This skill delivers concise async/await and Promise optimization guidelines to eliminate request waterfalls and maximize parallelism. It focuses on patterns for loaders, actions, fetch logic, and Promise handling that materially improve response time. Use it when writing, reviewing, or refactoring asynchronous front-end code to reduce latency and surface UI faster.

How this skill works

The skill inspects async flows and recommends transformations: start independent promises earlier, combine them with Promise.all, defer awaiting until a value is actually needed, and chain dependent calls rather than serializing unrelated ones. It flags common waterfall patterns in loaders, API routes, and component code and suggests Suspense-based UI boundaries to stream content progressively.

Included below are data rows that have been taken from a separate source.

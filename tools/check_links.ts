/**
 * Checks the pages written in Markdown, and the Markdown cells of the notebooks: every internal link meets a
 * file or heading, every path in code quotes exists, and every `deno task` that is named is one.
 */
import MarkdownIt from "markdown-it";
import { finish, projectRoot } from "./findings.ts";
import { listFiles } from "./structure/source_tree.ts";

/** The part of a Markdown token used here; the package carries no types. */
interface Token {
  readonly type: string;
  readonly content: string;
  readonly children: readonly Token[] | null;
  attrGet(name: string): string | null;
}

const markdown: { parse(text: string, environment: object): Token[] } = new MarkdownIt();
const PATH_IN_CODE =
  /^(?:lib|kernel|reports|notebooks|tests|tools|bench|\.ci)\/[\w./-]*$|^(?:[\w-]+\.md|deno\.(?:json|lock))$/;

/** Every broken link, path and task in the pages of the tree at `root`. */
export function checkLinks(root: string): string[] {
  const config: { tasks?: Record<string, string> } = JSON.parse(
    Deno.readTextFileSync(`${root}/deno.json`),
  );
  const tasks = new Set(Object.keys(config.tasks ?? {}));
  return listFiles(root, ".").sort().flatMap((path) => {
    const text = readMarkdown(root, path);
    return text === undefined ? [] : checkPage(root, path, text, tasks);
  });
}

function readMarkdown(root: string, path: string): string | undefined {
  if (path.endsWith(".md")) return Deno.readTextFileSync(`${root}/${path}`);
  if (!path.endsWith(".ipynb")) return undefined;
  const notebook: { cells: { cell_type: string; source: string | string[] }[] } = JSON.parse(
    Deno.readTextFileSync(`${root}/${path}`),
  );
  return notebook.cells.filter((cell) => cell.cell_type === "markdown")
    .map((cell) => [cell.source].flat().join("")).join("\n\n");
}

function checkPage(
  root: string,
  path: string,
  text: string,
  tasks: ReadonlySet<string>,
): string[] {
  const findings: string[] = [];
  const report = (fault: string) => findings.push(`${path}: ${fault}`);
  const here = new URL(path, "file:///");
  for (const link of linksIn(text)) {
    if (/^[a-z]+:/i.test(link)) continue;
    const target = new URL(link, here);
    const file = decodeURIComponent(target.pathname).slice(1);
    const page = readOrMissing(root, file);
    if (page === undefined) report(`link to ${link}: there is no such file`);
    else if (target.hash !== "" && !headingsIn(page).has(target.hash.slice(1))) {
      report(`link to ${link}: there is no such heading`);
    }
  }
  for (const code of codeQuotesIn(text)) {
    if (PATH_IN_CODE.test(code) && !exists(`${root}/${code}`)) report(`${code} does not exist`);
  }
  for (const [, task = ""] of text.matchAll(/\b(?:deno(?:@[\d.]+)?) task ([a-z_]+)/g)) {
    if (!tasks.has(task)) report(`deno.json has no task ${task}`);
  }
  return findings;
}

function linksIn(text: string): string[] {
  return inlineTokens(text).flatMap((token) => {
    const link = token.attrGet("href") ?? token.attrGet("src");
    return link === null ? [] : [link];
  });
}

function codeQuotesIn(text: string): string[] {
  return inlineTokens(text).filter((token) => token.type === "code_inline").map((token) =>
    token.content
  );
}

function inlineTokens(text: string): Token[] {
  return markdown.parse(text, {}).flatMap((token) => token.children ?? []);
}

/** The anchors under which a page's headings are reached: lower case, words joined by hyphens. */
function headingsIn(text: string): ReadonlySet<string> {
  const tokens = markdown.parse(text, {});
  return new Set(
    tokens.filter((_, index) => tokens[index - 1]?.type === "heading_open").map((token) =>
      token.content.toLowerCase().replace(/[^\p{L}\p{N}\s_-]/gu, "").trim().replace(/\s/g, "-")
    ),
  );
}

/** Text of a file, empty for a folder, undefined when there is neither. */
function readOrMissing(root: string, path: string): string | undefined {
  if (!exists(`${root}/${path}`)) return undefined;
  return Deno.statSync(`${root}/${path}`).isFile ? Deno.readTextFileSync(`${root}/${path}`) : "";
}

function exists(path: string): boolean {
  try {
    Deno.statSync(path);
    return true;
  } catch {
    return false;
  }
}

if (import.meta.main) finish(checkLinks(projectRoot()));
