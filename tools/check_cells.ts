/**
 * Checks every notebook in notebooks/: that it is clean source, and that its cells are formatted and type-check.
 * With `--write` it makes them clean source first.
 *
 * deno run -A tools/check_cells.ts [--write]
 */
import { checkCells, type NotebookToCheck, problemText } from "../kernel/run/check_cells.ts";
import { NotebookError, parseNotebook } from "../kernel/run/notebook.ts";
import { madeUpIds, notebookSource } from "../kernel/run/notebook_source.ts";

const root = new URL("../", import.meta.url);
const folder = new URL("notebooks/", root);
const write = Deno.args.includes("--write");

const problems: string[] = [];
const toCheck: NotebookToCheck[] = [];
for (const { name, isFile } of Deno.readDirSync(folder)) {
  if (!isFile || !name.endsWith(".ipynb")) continue;
  const file = new URL(name, folder);
  const text = Deno.readTextFileSync(file);
  try {
    const notebook = parseNotebook(text, name);
    toCheck.push({ notebook, base: folder.href });
    const source = notebookSource(text);
    if (source !== text) {
      if (write) Deno.writeTextFileSync(file, source);
      else {
        const line = firstDifference(text, source);
        problems.push(
          `${name}:${line}: not clean source (outputs, counts, metadata, key order, indent 1); ` +
            "run deno run -A tools/check_cells.ts --write",
        );
      }
    }
    for (const id of madeUpIds(notebook.cells)) {
      problems.push(`${name}: cell id "${id}" was made up by an editor; give the cell a name`);
    }
  } catch (error) {
    if (!(error instanceof NotebookError)) throw error;
    problems.push(error.message);
  }
}
if (toCheck.length + problems.length === 0) problems.push("notebooks/: holds no notebook");
toCheck.sort((a, b) => a.notebook.name < b.notebook.name ? -1 : 1);
const config = decodeURIComponent(new URL("deno.json", root).pathname);
problems.push(...(await checkCells(toCheck, config)).map(problemText));
problems.push(...await unformattedCells());

for (const problem of problems) console.error(problem);
console.log(`notebooks: ${toCheck.length}, problems: ${problems.length}`);
Deno.exit(problems.length === 0 ? 0 : 1);

function firstDifference(a: string, b: string): number {
  const [left, right] = [a.split("\n"), b.split("\n")];
  const at = left.findIndex((line, i) => line !== right[i]);
  return (at < 0 ? left.length : at) + 1;
}

/** `deno fmt --check` refuses every notebook it has not seen before, so the code cells are formatted as files. */
async function unformattedCells(): Promise<string[]> {
  const scratch = Deno.makeTempDirSync();
  try {
    const cells = toCheck.flatMap(({ notebook }, n) =>
      notebook.cells.filter(({ type }) => type === "code").map(({ id, source }, k) => {
        const path = `${scratch}/${n}_${k}.ts`;
        const text = `${source}\n`;
        Deno.writeTextFileSync(path, text);
        return { name: notebook.name, id, text, path };
      })
    );
    const { code, stderr } = await new Deno.Command(Deno.execPath(), {
      args: ["fmt", "--quiet", "--config", config, scratch],
    }).output();
    if (code !== 0) return [new TextDecoder().decode(stderr)];
    return cells.filter(({ path, text }) => Deno.readTextFileSync(path) !== text)
      .map(({ name, id }) => `${name}: cell "${id}" is not formatted; run deno fmt`);
  } finally {
    Deno.removeSync(scratch, { recursive: true });
  }
}
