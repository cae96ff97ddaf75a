"""What must hold for the modes of every layered earth, on earths drawn by hypothesis."""

import warnings

import numpy as np
import pytest
from hypothesis import HealthCheck, given, settings
from hypothesis import strategies as st

from surfdisp.core import LayeredEarth
from surfdisp.earth import mode_count, phase_velocity, sensitivity

PLENTY = settings(
    max_examples=60,
    deadline=None,
    derandomize=True,
    suppress_health_check=[HealthCheck.function_scoped_fixture],
)


@st.composite
def earths(draw, least=2, most=8):
    n = draw(st.integers(least, most))

    def numbers(low, high):
        return np.array(draw(st.lists(st.floats(low, high), min_size=n, max_size=n)))

    vs = numbers(80.0, 800.0)
    thickness = numbers(0.3, 12.0)
    thickness[-1] = np.inf
    return LayeredEarth(
        thickness=thickness, vp=vs * numbers(1.2, 10.0), vs=vs, density=numbers(1400.0, 2600.0)
    )


frequencies = st.floats(1.0, 100.0)


def split(earth, pieces):
    """The same earth with every layer cut into equal pieces, and the half-space continued by layers."""
    thickness = np.repeat(earth.thickness[:-1] / pieces, pieces)
    thickness = np.concatenate([thickness, np.full(pieces, 1.7), [np.inf]])

    def repeated(values):
        return np.concatenate([np.repeat(values[:-1], pieces), np.full(pieces + 1, values[-1])])

    return LayeredEarth(
        thickness=thickness, vp=repeated(earth.vp), vs=repeated(earth.vs), density=repeated(earth.density)
    )


@PLENTY
@given(earths(), frequencies, st.integers(0, 3))
def test_splitting_layers_changes_nothing(earth, frequency, mode):
    whole = phase_velocity(earth, frequency, mode=mode)
    np.testing.assert_allclose(phase_velocity(split(earth, 3), frequency, mode=mode), whole, rtol=1e-10)


@pytest.mark.parametrize("frequency", [1.0, 5.0, 12.0, 30.0, 80.0])
@pytest.mark.parametrize("mode", [0, 1, 2])
def test_splitting_into_400_pieces_moves_no_root(frequency, mode):
    earth = LayeredEarth(
        thickness=[2.0, 4.0, 6.0, 8.0, np.inf],
        vp=[300.0, 500.0, 1500.0, 1600.0, 2000.0],
        vs=[150.0, 110.0, 260.0, 320.0, 600.0],
        density=[1800.0, 1750.0, 1900.0, 2000.0, 2100.0],
    )
    whole = phase_velocity(earth, frequency, mode=mode)
    np.testing.assert_allclose(phase_velocity(split(earth, 80), frequency, mode=mode), whole, rtol=1e-10)


@PLENTY
@given(earths(), frequencies, st.integers(0, 2), st.floats(0.3, 3.0), st.floats(0.1, 10.0))
def test_scaling_velocities_by_a_and_lengths_by_b_scales_frequency_by_a_over_b(earth, frequency, mode, a, b):
    scaled = LayeredEarth(
        thickness=earth.thickness * b, vp=earth.vp * a, vs=earth.vs * a, density=earth.density
    )
    found = phase_velocity(scaled, frequency * a / b, mode=mode)
    np.testing.assert_allclose(found, a * phase_velocity(earth, frequency, mode=mode), rtol=1e-10)


@PLENTY
@given(earths(), frequencies, st.integers(0, 2), st.floats(0.1, 10.0))
def test_scaling_all_densities_changes_nothing(earth, frequency, mode, factor):
    scaled = LayeredEarth(thickness=earth.thickness, vp=earth.vp, vs=earth.vs, density=earth.density * factor)
    whole = phase_velocity(earth, frequency, mode=mode)
    np.testing.assert_allclose(phase_velocity(scaled, frequency, mode=mode), whole, rtol=1e-10)
    rows = sensitivity(earth, frequency, mode=mode).density @ earth.density
    np.testing.assert_allclose(rows, 0.0 * whole, atol=1e-6 * earth.vs.max())


def over_fast_half_space(earth):
    """The same layers over a half-space that is faster than all of them, so that the fundamental exists."""
    vs = np.append(earth.vs[:-1], 1.2 * earth.vs.max())
    vp = np.append(earth.vp[:-1], 2.0 * vs[-1])
    return LayeredEarth(thickness=earth.thickness, vp=vp, vs=vs, density=earth.density)


def rayleigh(vp, vs):
    """Speed on a half-space, from the cubic of Rayleigh (1885) in (c/vs)^2."""
    g = (vs / vp) ** 2
    roots = np.roots([1.0, -8.0, 24.0 - 16.0 * g, -16.0 * (1.0 - g)])
    real = roots.real[np.abs(roots.imag) < 1e-9]
    return vs * np.sqrt(real[(real > 0.0) & (real < 1.0)].min())


@PLENTY
@given(earths())
def test_long_waves_see_the_half_space(earth):
    expected = rayleigh(earth.vp[-1], earth.vs[-1])
    depth = earth.depth[-1]
    slow = 1e-7 * earth.vs.min() / depth
    assert phase_velocity(earth, slow)[0] == pytest.approx(expected, rel=1e-3)


@PLENTY
@given(earths())
def test_short_waves_tend_to_the_slowest_guided_speed(earth):
    """Surface wave of the top layer, shear wave of the slowest layer, or a slower wave along an interface."""
    earth = over_fast_half_space(earth)
    frequency = 40.0 * earth.vs.max() / earth.thickness[:-1].min()
    velocity = phase_velocity(earth, frequency)[0]
    bound = min(rayleigh(earth.vp[0], earth.vs[0]), earth.vs.min())
    assert velocity <= bound * (1.0 + 1e-2)
    slower = min(rayleigh(p, s) for p, s in zip(earth.vp, earth.vs, strict=True))
    assert velocity >= slower * (1.0 - 1e-9)


@PLENTY
@given(earths(), frequencies)
def test_no_mode_that_the_count_sees_is_missing(earth, frequency):
    with warnings.catch_warnings():
        warnings.simplefilter("error")
        top = earth.vs[-1] * (1.0 - 1e-6)
        count = int(mode_count(earth, frequency, top)[0])
        velocities = np.array([phase_velocity(earth, frequency, mode=mode)[0] for mode in range(count)])
        assert not np.isnan(velocities).any()
        assert (np.diff(velocities) > 0.0).all()  # the slowest roots of the branches follow in order
        for mode, velocity in enumerate(velocities):
            if velocity < top:
                below, above = mode_count(earth, frequency, [velocity * (1 - 1e-9), velocity * (1 + 1e-9)])
                assert below <= mode < above


@PLENTY
@given(earths(), st.integers(0, 2))
def test_a_curve_is_the_same_in_any_order_and_one_by_one(earth, mode):
    frequency = np.geomspace(2.0, 80.0, 25)
    curve = phase_velocity(earth, frequency, mode=mode)
    shuffled = np.random.default_rng(0).permutation(25)
    np.testing.assert_array_equal(phase_velocity(earth, frequency[shuffled], mode=mode), curve[shuffled])
    single = [phase_velocity(earth, f, mode=mode)[0] for f in frequency]
    np.testing.assert_allclose(curve, single, rtol=2e-10)


def test_no_overflow_at_500_hz():
    rng = np.random.default_rng(1)
    for _ in range(20):
        n = int(rng.integers(2, 16))
        thickness = np.append(rng.uniform(1.0, 30.0, n - 1), np.inf)
        vs = rng.uniform(60.0, 3000.0, n)
        vs[-1] = 1.1 * vs.max()
        earth = LayeredEarth(thickness=thickness, vp=vs * 2.0, vs=vs, density=np.full(n, 2000.0))
        velocity = phase_velocity(earth, 500.0)[0]
        assert rayleigh(2.0, 1.0) * vs.min() * (1.0 - 1e-9) <= velocity < vs[-1]
        rows = sensitivity(earth, 500.0)
        for field in ("vs", "vp", "density", "thickness"):
            assert np.isfinite(getattr(rows, field)).all()
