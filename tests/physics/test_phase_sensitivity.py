"""Analytic derivatives of phase velocity: Taylor remainder of second order, and exact identities."""

import numpy as np
import pytest

from surfdisp.core import InputError, LayeredEarth
from surfdisp.earth import phase_velocity, phase_velocity_and_sensitivity, sensitivity

FIELDS = ("vs", "vp", "density", "thickness")

SITE = {
    "thickness": [1.5, 3.0, 5.0, 9.0, np.inf],
    "vp": [350.0, 500.0, 1500.0, 1600.0, 2200.0],
    "vs": [160.0, 120.0, 240.0, 330.0, 650.0],
    "density": [1750.0, 1800.0, 1900.0, 2000.0, 2200.0],
}
THIN_AND_STIFF = {
    "thickness": [0.02, 4.0, 0.01, 6.0, 12.0, np.inf],
    "vp": [3500.0, 400.0, 1200.0, 2500.0, 1550.0, 3000.0],
    "vs": [1800.0, 130.0, 90.0, 900.0, 200.0, 1500.0],
    "density": [2400.0, 1700.0, 1600.0, 2200.0, 1800.0, 2300.0],
}
EARTHS = {"site": SITE, "thin and stiff layers": THIN_AND_STIFF}
CASES = [
    (name, frequency, mode)
    for name in EARTHS
    for frequency, modes in ((2.0, [0]), (8.0, [0, 1]), (25.0, [0, 1, 3]), (80.0, [0, 2, 6]))
    for mode in modes
]


def changed(model, field, layer, by):
    values = np.array(model[field])
    values[layer] *= 1.0 + by
    return LayeredEarth(**{**model, field: values})


@pytest.mark.parametrize("field", FIELDS)
@pytest.mark.parametrize(("name", "frequency", "mode"), CASES)
def test_taylor_remainder_is_of_second_order(name, frequency, mode, field):
    model = EARTHS[name]
    velocity, rows = phase_velocity_and_sensitivity(LayeredEarth(**model), frequency, mode=mode)
    layers = len(model["vs"]) - (field == "thickness")
    for layer in range(layers):
        slope = getattr(rows, field)[0, layer] * model[field][layer]
        steps = np.array([2e-3, 1e-3, 5e-4])
        moved = [phase_velocity(changed(model, field, layer, by), frequency, mode=mode)[0] for by in steps]
        remainder = np.abs(np.array(moved) - velocity[0] - slope * steps)
        floor = 3e-10 * velocity[0]
        # halving the step quarters the remainder; a wrong derivative would only halve it
        assert (remainder[1:] <= 0.35 * remainder[:-1] + floor).all(), f"layer {layer}: {remainder}"


@pytest.mark.parametrize(("name", "frequency", "mode"), CASES)
def test_scaling_all_velocities_and_thicknesses_scales_the_velocity(name, frequency, mode):
    """Euler's theorem at fixed frequency: sum of m dc/dm over vs, vp and thickness is c, over density 0."""
    model = EARTHS[name]
    velocity, rows = phase_velocity_and_sensitivity(LayeredEarth(**model), frequency, mode=mode)
    finite = np.append(model["thickness"][:-1], 0.0)
    total = rows.vs @ model["vs"] + rows.vp @ model["vp"] + rows.thickness @ finite
    assert total == pytest.approx(velocity, rel=1e-9)
    assert (rows.density @ model["density"]) == pytest.approx(0.0, abs=1e-8 * velocity[0])


def test_half_space_thickness_column_is_zero_and_missing_modes_are_nan():
    earth = LayeredEarth(**SITE)
    velocity, rows = phase_velocity_and_sensitivity(earth, [2.0, 40.0, 2.0], mode=3)
    assert np.isnan(velocity).tolist() == [True, False, True]
    for field in FIELDS:
        array = getattr(rows, field)
        assert array.shape == (3, 5)
        assert np.isnan(array[[0, 2]]).all()
        assert np.isfinite(array[1]).all()
    assert rows.thickness[1, -1] == 0.0


def test_half_space_alone():
    """The velocity of a half-space scales with its vs at fixed vp/vs (Rayleigh 1885)."""
    earth = LayeredEarth(thickness=[np.inf], vp=[400.0], vs=[200.0], density=[1800.0])
    velocity, rows = phase_velocity_and_sensitivity(earth, [5.0, 50.0])
    assert rows.vs[:, 0] * 200.0 + rows.vp[:, 0] * 400.0 == pytest.approx(velocity, rel=1e-12)
    step = 1e-4
    nearby = LayeredEarth(thickness=[np.inf], vp=[400.0 + step], vs=[200.0], density=[1800.0])
    assert rows.vp[:, 0] == pytest.approx((phase_velocity(nearby, [5.0, 50.0]) - velocity) / step, rel=1e-5)


def test_a_mode_trapped_at_depth_has_no_sensitivity_at_the_surface():
    earth = LayeredEarth(
        thickness=[20.0, 3.0, np.inf],
        vp=[1500.0, 1500.0, 1800.0],
        vs=[500.0, 100.0, 600.0],
        density=[2000.0, 1800.0, 2100.0],
    )
    rows = sensitivity(earth, 60.0)
    assert np.abs(rows.vs[0, 0]) < 1e-3 < 0.5 < rows.vs[0, 1]
    assert rows.vs[0, 1] * 100.0 == pytest.approx(phase_velocity(earth, 60.0)[0], rel=0.2)


@pytest.mark.parametrize("mode", [0, 1])
def test_a_mode_trapped_between_equal_layers_feels_both_alike_and_dies_out_from_there(mode):
    earth = LayeredEarth(
        thickness=[20.0, 3.0, 20.0, np.inf],
        vp=[1500.0, 1500.0, 1500.0, 1800.0],
        vs=[500.0, 100.0, 500.0, 600.0],
        density=[2000.0, 1800.0, 2000.0, 2100.0],
    )
    velocity, rows = phase_velocity_and_sensitivity(earth, 60.0, mode=mode)
    for field in ("vs", "vp", "density"):
        values = getattr(rows, field)[0]
        assert values[0] == pytest.approx(values[2], rel=1e-9)
    decay = np.exp(-2.0 * 2.0 * np.pi * 60.0 * np.sqrt(1.0 / velocity[0] ** 2 - 1.0 / 500.0**2) * 20.0)
    assert 0.0 < rows.vs[0, 3] < 1e3 * decay < 1e-40
    assert 0.0 < np.abs(rows.thickness[0, [0, 2]]).max() < 1e5 * decay


def test_sensitivity_agrees_with_the_pair_and_says_what_is_missing():
    earth = LayeredEarth(**SITE)
    together = phase_velocity_and_sensitivity(earth, [5.0, 10.0])[1]
    assert sensitivity(earth, [5.0, 10.0], of="phase") == together
    with pytest.raises(InputError, match="of='group' is not available yet"):
        sensitivity(earth, 5.0, of="group")
    with pytest.raises(InputError, match="wave='love' is not available yet"):
        sensitivity(earth, 5.0, wave="love")
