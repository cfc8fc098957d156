"""Named warnings: every mistake worth catching, with its threshold and its physical reason.

`RULES` is the one registry: an answer, the table ``restpoint tables warnings`` and the tests read it. A warning whose
texts come from a lower room (`told` is "reading") is listed here so that its threshold can be looked up.
"""

from __future__ import annotations

from collections.abc import Mapping
from types import MappingProxyType

from synth.answer import Candidate, Caution
from synth.box import Box
from synth.cautions import bias, parts, request
from synth.cautions.form import CautionRule, Seen
from synth.cautions.request import pinout
from synth.spaces import Space
from synth.stage import Stage

__all__ = ["RULES", "CautionRule", "Seen", "cautions", "pinout", "request_cautions"]

RULES: Mapping[str, CautionRule] = MappingProxyType(
    {rule.name: rule for rule in (*request.RULES, *bias.RULES, *parts.RULES)}
)
"""Every warning by name."""


def request_cautions(stage: Stage) -> tuple[Caution, ...]:
    """Warnings that a request deserves, whatever the answer is.

    Parameters
    ----------
    stage : Stage
        The request.

    Returns
    -------
    tuple of Caution
        Those noted while it was read, then the others in the order of `RULES`.
    """
    noted = tuple(Caution(name=note.name, text=note.text) for note in stage.warnings)
    return noted + tuple(
        Caution(name=rule.name, text=text)
        for rule in RULES.values()
        if rule.of_request is not None
        for text in rule.of_request(stage)
    )


def cautions(candidate: Candidate, box: Box, space: Space, stage: Stage) -> tuple[Caution, ...]:
    """Warnings that a candidate deserves.

    Parameters
    ----------
    candidate : Candidate
        With its stress and figures.
    box : Box
        Its box, of one candidate.
    space : Space
        Where it comes from.
    stage : Stage
        The request.

    Returns
    -------
    tuple of Caution
        In the order of `RULES`.
    """
    seen = Seen(candidate=candidate, box=box, space=space, stage=stage)
    return tuple(
        Caution(name=rule.name, text=text)
        for rule in RULES.values()
        if rule.of_candidate is not None
        for text in rule.of_candidate(seen)
    )
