from synth.box import Meter
from synth.limits import Requirement
from synth.networks.form import Array
from synth.quantities import RestpointError, Spread
from synth.search.best_first import Outcome, _bearings, _pilot
from synth.search.blocks import Room
from synth.search.corners import Corners, swap
from synth.search.pools import TIE
from synth.spaces import Exact, Found, Goal, Index, Space
from synth.transistor import CUT_OFF_CURRENT, GAP_VOLTAGE

BATCH = 4096
"""Blocks bounded at a time."""
WHAT = "restpoint/certificate/1"
CUT_OFF = "cut off"
"""Name of the requirement that current flows at all."""


class NoCertificate(RestpointError):
    """A search that nothing can be certified of."""


@dataclass(frozen=True, kw_only=True)
class _Trial:
    """One way to exclude a block: a sum of quantities at a point of the box, towards one side.

    It is compared with the target where `need` is None, with that requirement otherwise; without names, the resistances
    alone decide.
    """

    names: tuple[str, ...]
    side: int
    point: Mapping[str, float]
    need: int | None

    def told(self) -> dict[str, Any]:
        return {"names": self.names, "side": self.side, "point": dict(self.point), "need": self.need}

Advice is actionable and tied to concrete code patterns so you can apply fixes quickly.

When to use it

Writing or reviewing Remix loaders or actions
Implementing or refactoring data fetching logic
Handling multiple independent async operations
Optimizing API routes or server-side loaders for latency
Adding progressive rendering with Suspense

Best practices

Parallelize independent calls with Promise.all to avoid sequential network round trips
Start promises early and await late so multiple tasks overlap
Defer awaiting until inside the branch that actually needs the result
Chain dependent operations (use .then or async/await where necessary) so only true dependencies block
Use Suspense boundaries to render layout immediately and stream heavy data into placeholders

Example use cases

Refactor a loader that currently awaits each fetch sequentially into a single Promise.all call
Change a form action to start fetches early and await all results at the end of the action
Move an await out of an unconditional path so inexpensive branches skip network work
Create Suspense-wrapped components so the page layout shows instantly while data loads
Optimize an API route by starting authentication and config fetches in parallel

FAQ

Will Promise.all ever slow things down?

No—Promise.all runs promises concurrently; it only waits for the slowest to finish. It’s appropriate when operations are independent. For partial failure handling, use Promise.allSettled or individual try/catch.

When should I avoid parallelizing calls?

Avoid parallelizing when calls are logically dependent (one requires the result of another) or when external rate limits enforce sequencing. In those cases chain the dependent call and parallelize only independent work.